諫早市文化財 新たに2件を指定 「教専寺の木造阿弥陀如来立像」「天祐寺の木造如意輪観音坐像」

左から「教専寺の木造阿弥陀如来立像」、「天祐寺の木造如意輪観音坐像」(諫早市提供)

 長崎県諫早市はこのほど、「教専寺の木造阿弥陀如来立像」と「天祐寺の木造如意輪観音坐像」の2件を新たに市文化財(有形文化財)に指定したと発表した。今回を含め市内の文化財は93件(市指定65、県指定20、国指定6、国登録2)になった。
 市文化財保護審議会(下川達彌会長)の答申を踏まえ、市教委が決定した。
 市によると、教専寺(森山町)に本尊として伝わる木造阿弥陀如来立像(像高1メートル)は平安時代後期の仏像彫刻。

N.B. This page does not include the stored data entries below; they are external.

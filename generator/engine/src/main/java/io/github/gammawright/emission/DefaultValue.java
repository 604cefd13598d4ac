package io.github.gammawright.emission;

import io.github.gammawright.definition.Expression;

/** The value of a parameter's default. */
final class DefaultValue {

    private DefaultValue() {}

    static double of(Expression expression) {
        if (expression instanceof Expression.Number number) {
            return DoubleLiteral.nearest(number.value());
        }
        throw new IllegalArgumentException("not yet");
    }
}
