package io.github.gammawright.verification;

import io.github.gammawright.geometry.Layout;
import io.github.gammawright.geometry.Quantity;
import java.util.List;

/**
 * A class that is to be checked.
 *
 * @param qualifiedName its name with its package
 * @param source its whole source text
 * @param quantities what its result arrays hold, in their order
 * @param layout how they are laid out
 * @param functions for each of the definition's functions how the class asks for it; empty when the definition has none
 */
public record KernelUnderTest(
        String qualifiedName,
        String source,
        List<Quantity> quantities,
        Layout layout,
        List<RequestedFunction> functions) {

    public KernelUnderTest {
        quantities = List.copyOf(quantities);
        functions = List.copyOf(functions);
    }

    /** A class of a definition without functions of the caller. */
    public KernelUnderTest(String qualifiedName, String source, List<Quantity> quantities, Layout layout) {
        this(qualifiedName, source, quantities, layout, List.of());
    }

    /**
     * How a class asks the caller for a function.
     *
     * @param name the function's name in the definition
     * @param method the method of the nested interface, which takes the function's arguments and the array to fill
     * @param orders for each entry of the array, how often the function is differentiated by each of its arguments
     */
    public record RequestedFunction(String name, String method, List<List<Integer>> orders) {

        public RequestedFunction {
            orders = orders.stream().map(List::copyOf).toList();
        }
    }
}
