package io.github.gammawright.emission;

import com.palantir.javapoet.CodeBlock;
import com.palantir.javapoet.MethodSpec;
import io.github.gammawright.emission.EmissionContext.InputUse;
import java.util.ArrayList;
import java.util.List;
import javax.lang.model.element.Modifier;

/** Writes the public methods that evaluate: each checks its arguments and hands over to the one body. */
final class EntryMethods {

    /** More doubles than this are not taken one by one. */
    private static final int MOST_SCALARS = 24;

    private final EmissionContext context;
    private final List<InputUse> uses;
    private final ArgumentChecks checks;

    EntryMethods(EmissionContext context, List<InputUse> uses) {
        this.context = context;
        this.uses = uses;
        this.checks = new ArgumentChecks(context);
    }

    void emit() {
        evaluate();
        if (context.isSingle()) {
            valuesAt();
        }
        evaluateAt();
        int scalars =
                context.names().inputs().stream().mapToInt(KernelInput::length).sum();
        if (scalars <= MOST_SCALARS) {
            evaluateScalars();
        }
        checks.emit();
    }

    private void evaluate() {
        MethodSpec.Builder method = MethodSpec.methodBuilder("evaluate").addModifiers(Modifier.PUBLIC);
        inputs(method);
        results(method);
        method.addCode(checks.inputs()).addCode(checks.results());
        List<String> arguments = new ArrayList<>();
        for (InputUse use : uses) {
            arguments.add(use.input().name() + "[" + use.index() + "]");
        }
        context.names().results().forEach(result -> arguments.add(result + ", 0"));
        method.addCode(compute(arguments));
        context.type().addMethod(method.build());
    }

    private void valuesAt() {
        MethodSpec.Builder method = MethodSpec.methodBuilder("valuesAt")
                .addModifiers(Modifier.PUBLIC)
                .returns(double[].class);
        inputs(method);
        String result = context.names().results().get(0);
        method.addStatement("double[] $L = new double[LENGTH]", result);
        List<String> arguments = new ArrayList<>();
        context.names().inputs().forEach(input -> arguments.add(input.name()));
        arguments.add(result);
        method.addStatement("evaluate($L)", String.join(", ", arguments));
        method.addStatement("return $L", result);
        context.type().addMethod(method.build());
    }

    private void evaluateAt() {
        MethodSpec.Builder method = MethodSpec.methodBuilder("evaluateAt").addModifiers(Modifier.PUBLIC);
        List<KernelInput> inputs = context.names().inputs();
        for (KernelInput input : inputs) {
            method.addParameter(double[].class, input.plural());
            method.addParameter(int.class, from(input));
        }
        List<String> results = resultsOfMany();
        for (int r = 0; r < results.size(); r++) {
            method.addParameter(double[].class, results.get(r));
            method.addParameter(int.class, to(r));
        }
        method.addCode(checks.ranges(results, this::from, this::to));
        List<String> arguments = new ArrayList<>();
        for (InputUse use : uses) {
            ArrayTarget array = new ArrayTarget(use.input().plural(), from(use.input()));
            arguments.add(array.element(use.index()));
        }
        for (int r = 0; r < results.size(); r++) {
            arguments.add(results.get(r) + ", " + to(r));
        }
        method.addCode(compute(arguments));
        context.type().addMethod(method.build());
    }

    private void evaluateScalars() {
        MethodSpec.Builder method = MethodSpec.methodBuilder("evaluateScalars").addModifiers(Modifier.PUBLIC);
        for (KernelInput input : context.names().inputs()) {
            context.names().scalars(input).forEach(name -> method.addParameter(double.class, name));
        }
        results(method);
        method.addCode(checks.results());
        List<String> arguments = new ArrayList<>();
        uses.forEach(use -> arguments.add(use.name()));
        context.names().results().forEach(result -> arguments.add(result + ", 0"));
        method.addCode(compute(arguments));
        context.type().addMethod(method.build());
    }

    private static CodeBlock compute(List<String> arguments) {
        return CodeBlock.of("$L;\n", LineBreaks.wrap("compute(" + String.join(", ", arguments) + ")"));
    }

    private void inputs(MethodSpec.Builder method) {
        context.names().inputs().forEach(input -> method.addParameter(double[].class, input.name()));
    }

    private void results(MethodSpec.Builder method) {
        context.names().results().forEach(result -> method.addParameter(double[].class, result));
    }

    private String from(KernelInput input) {
        return input.name().equals("point") ? "from" : input.plural() + "From";
    }

    private List<String> resultsOfMany() {
        return context.isSingle() ? List.of("results") : context.names().results();
    }

    private String to(int result) {
        return context.isSingle() ? "to" : context.names().results().get(result) + "To";
    }
}
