package io.github.gammawright.emission;

import com.palantir.javapoet.CodeBlock;
import com.palantir.javapoet.MethodSpec;
import io.github.gammawright.definition.MetricDefinition;
import io.github.gammawright.definition.ParameterDefaults;
import java.util.ArrayList;
import java.util.BitSet;
import java.util.List;
import java.util.Objects;
import javax.lang.model.element.Modifier;

/**
 * Writes fields and constructors. The parameters are what is serialised; values that depend on them alone are transient
 * and computed by the constructor, which a deserialised object passes through again.
 */
final class ConstructorMethods {

    private static final int MOST_FIELDS = 300;
    private static final int CONDITIONS_AT_ONCE = 24;
    /** What a test of a condition takes beyond its operands. */
    private static final int CONDITION_SIZE = 60;

    private final EmissionContext context;
    private final CallerFunctions functions;
    private final Conditions conditions;
    private final ConstructorJavadoc javadoc;

    ConstructorMethods(EmissionContext context, CallerFunctions functions) {
        this.context = context;
        this.functions = functions;
        this.conditions = new Conditions(
                context.program(),
                context.kernel().conditions().stream()
                        .filter(context.kernel()::isOnParameters)
                        .toList());
        this.javadoc = new ConstructorJavadoc(context, !conditions.list().isEmpty());
    }

    void emit() {
        MethodSpec.Builder constructor = MethodSpec.constructorBuilder().addModifiers(Modifier.PUBLIC);
        constructor.addJavadoc("$L", javadoc.ofParameters());
        for (String parameter : context.names().parameters()) {
            context.type().addField(double.class, parameter, Modifier.PRIVATE, Modifier.FINAL);
            constructor.addParameter(double.class, parameter);
            constructor.addStatement("this.$L = $L", parameter, parameter);
        }
        if (functions.exist()) {
            context.type().addField(functions.type(), "functions", Modifier.PRIVATE, Modifier.FINAL);
            constructor.addParameter(functions.type(), "functions");
            constructor.addStatement("this.functions = $T.requireNonNull(functions, $S)", Objects.class, "functions");
        }
        Inlining inlining = inlining(new BitSet());
        if (isSmall(inlining)) {
            constructor.addCode(work(inlining));
            for (int i = context.kept().nextSetBit(0);
                    i >= 0;
                    i = context.kept().nextSetBit(i + 1)) {
                String name = context.values().variable(i);
                context.type().addField(double.class, name, Modifier.PRIVATE, Modifier.FINAL, Modifier.TRANSIENT);
                context.values().give(i, name);
            }
        } else {
            constructor.addCode(workInArray());
        }
        noArguments();
        context.type().addMethod(constructor.build());
        if (!context.kept().isEmpty() || !conditions.list().isEmpty()) {
            readResolve();
        }
    }

    private Inlining inlining(BitSet forced) {
        List<Integer> roots = new ArrayList<>(conditions.operands());
        context.kept().stream().forEach(roots::add);
        BitSet variables = (BitSet) context.kept().clone();
        variables.or(forced);
        return new Inlining(context.program(), roots, context.values()::isGiven, variables);
    }

    private boolean isSmall(Inlining inlining) {
        List<Statement> statements = new ArrayList<>();
        inlining.variables().stream().forEach(value -> statements.add(new Statement.Define(value)));
        Body body = new Body(context.program(), inlining, context.values(), statements, List.of());
        BytecodeSize size = new BytecodeSize(body);
        int bytes = conditions.list().size() * CONDITION_SIZE;
        for (int operand : conditions.operands()) {
            bytes += size.ofExpression(operand);
        }
        for (Statement statement : statements) {
            bytes += size.of(statement, 2 * statements.size());
        }
        return context.kept().cardinality() <= MOST_FIELDS && bytes <= BytecodeSize.LARGEST_METHOD;
    }

    private CodeBlock work(Inlining inlining) {
        CodeBlock.Builder code = CodeBlock.builder();
        JavaExpressions expressions = context.values().printer(inlining, context.functions());
        BitSet pending = (BitSet) inlining.variables().clone();
        for (KernelModel.Condition condition : conditions.list()) {
            BitSet needed = conditions.variables(condition, inlining);
            needed.and(pending);
            define(needed, expressions, code);
            pending.andNot(needed);
            code.add(conditions.requirement(condition, expressions::print, context.values()::given));
        }
        define(pending, expressions, code);
        return code.build();
    }

    private void define(BitSet values, JavaExpressions expressions, CodeBlock.Builder code) {
        for (int i = values.nextSetBit(0); i >= 0; i = values.nextSetBit(i + 1)) {
            String type = context.kept().get(i) ? "" : "double ";
            code.add("$L;\n", LineBreaks.wrap(type + context.values().variable(i) + " = " + expressions.definition(i)));
        }
    }

    /** All values go into an array, by several methods; then the conditions are tested, by several more. */
    private CodeBlock workInArray() {
        BitSet compared = new BitSet();
        conditions.operands().stream()
                .filter(value -> !context.values().isGiven(value))
                .forEach(compared::set);
        Inlining inlining = inlining(compared);
        KeptArray array = new KeptArray(context, inlining, "constants", 0);
        context.type().addField(double[].class, "constants", Modifier.PRIVATE, Modifier.FINAL, Modifier.TRANSIENT);
        CodeBlock.Builder code = CodeBlock.builder();
        code.addStatement("double[] constants = new double[$L]", array.length());
        code.add(array.fill("prepare"));
        code.addStatement("this.constants = constants");
        code.add(requirements(array));
        array.give(context.kept());
        return code.build();
    }

    private CodeBlock requirements(KeptArray array) {
        CodeBlock.Builder calls = CodeBlock.builder();
        List<KernelModel.Condition> list = conditions.list();
        for (int from = 0; from < list.size(); from += CONDITIONS_AT_ONCE) {
            String name = context.names().allocator().next("require");
            MethodSpec.Builder method = MethodSpec.methodBuilder(name)
                    .addModifiers(Modifier.PRIVATE)
                    .addParameter(double[].class, "constants");
            for (KernelModel.Condition condition :
                    list.subList(from, Math.min(from + CONDITIONS_AT_ONCE, list.size()))) {
                method.addCode(conditions.requirement(condition, array::operand, context.values()::given));
            }
            context.privateMethods().add(method.build());
            calls.addStatement("$L(constants)", name);
        }
        return calls.build();
    }

    private void noArguments() {
        List<MetricDefinition.Parameter> parameters =
                context.model().definition().parameters();
        boolean defaults =
                parameters.stream().allMatch(p -> p.defaultExpression().isPresent());
        if (!defaults || parameters.isEmpty() || functions.exist()) {
            return;
        }
        List<String> values = parameters.stream()
                .map(p -> DoubleLiteral.of(
                        ParameterDefaults.value(p.defaultExpression().orElseThrow())))
                .toList();
        context.type()
                .addMethod(MethodSpec.constructorBuilder()
                        .addModifiers(Modifier.PUBLIC)
                        .addJavadoc("$L", javadoc.ofDefaults(values))
                        .addCode("$L;\n", LineBreaks.wrap("this(" + String.join(", ", values) + ")"))
                        .build());
    }

    /** A stream holds the parameters only; whatever wrote it, the object goes through the constructor. */
    private void readResolve() {
        List<String> arguments = new ArrayList<>(context.names().parameters());
        if (functions.exist()) {
            arguments.add("functions");
        }
        context.privateMethods()
                .add(MethodSpec.methodBuilder("readResolve")
                        .addModifiers(Modifier.PRIVATE)
                        .returns(Object.class)
                        .addCode(
                                "return $L;\n",
                                LineBreaks.wrap("new " + context.model().className() + "("
                                        + String.join(", ", arguments) + ")"))
                        .build());
    }
}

表面の金泥と金箔(ぱく)は後に補修されたものだが、キリシタンによる神社仏閣破壊の歴史がある島原半島から県央地域において良好に保存された仏像で、歴史的にも美術工芸史的にも貴重という。
 天祐寺(西小路町)の木造如意輪観音坐像(像高53.5センチ)は全体的なバランスや衣、頭髪などの表現、九州内の類例との対比から、運慶らで知られる慶派仏師による13世紀前半の作とみられる。九州肥前地域における鎌倉時代の仏像彫刻を代表すると評価された。
 2件とも一般公開はしていないが、市ホームページで紹介。市は「いずれも、崇拝の対象として長く引き継がれてきたのはすごいこと。諫早の歴史をあらためて再認識する仏像であり、貴重」としている。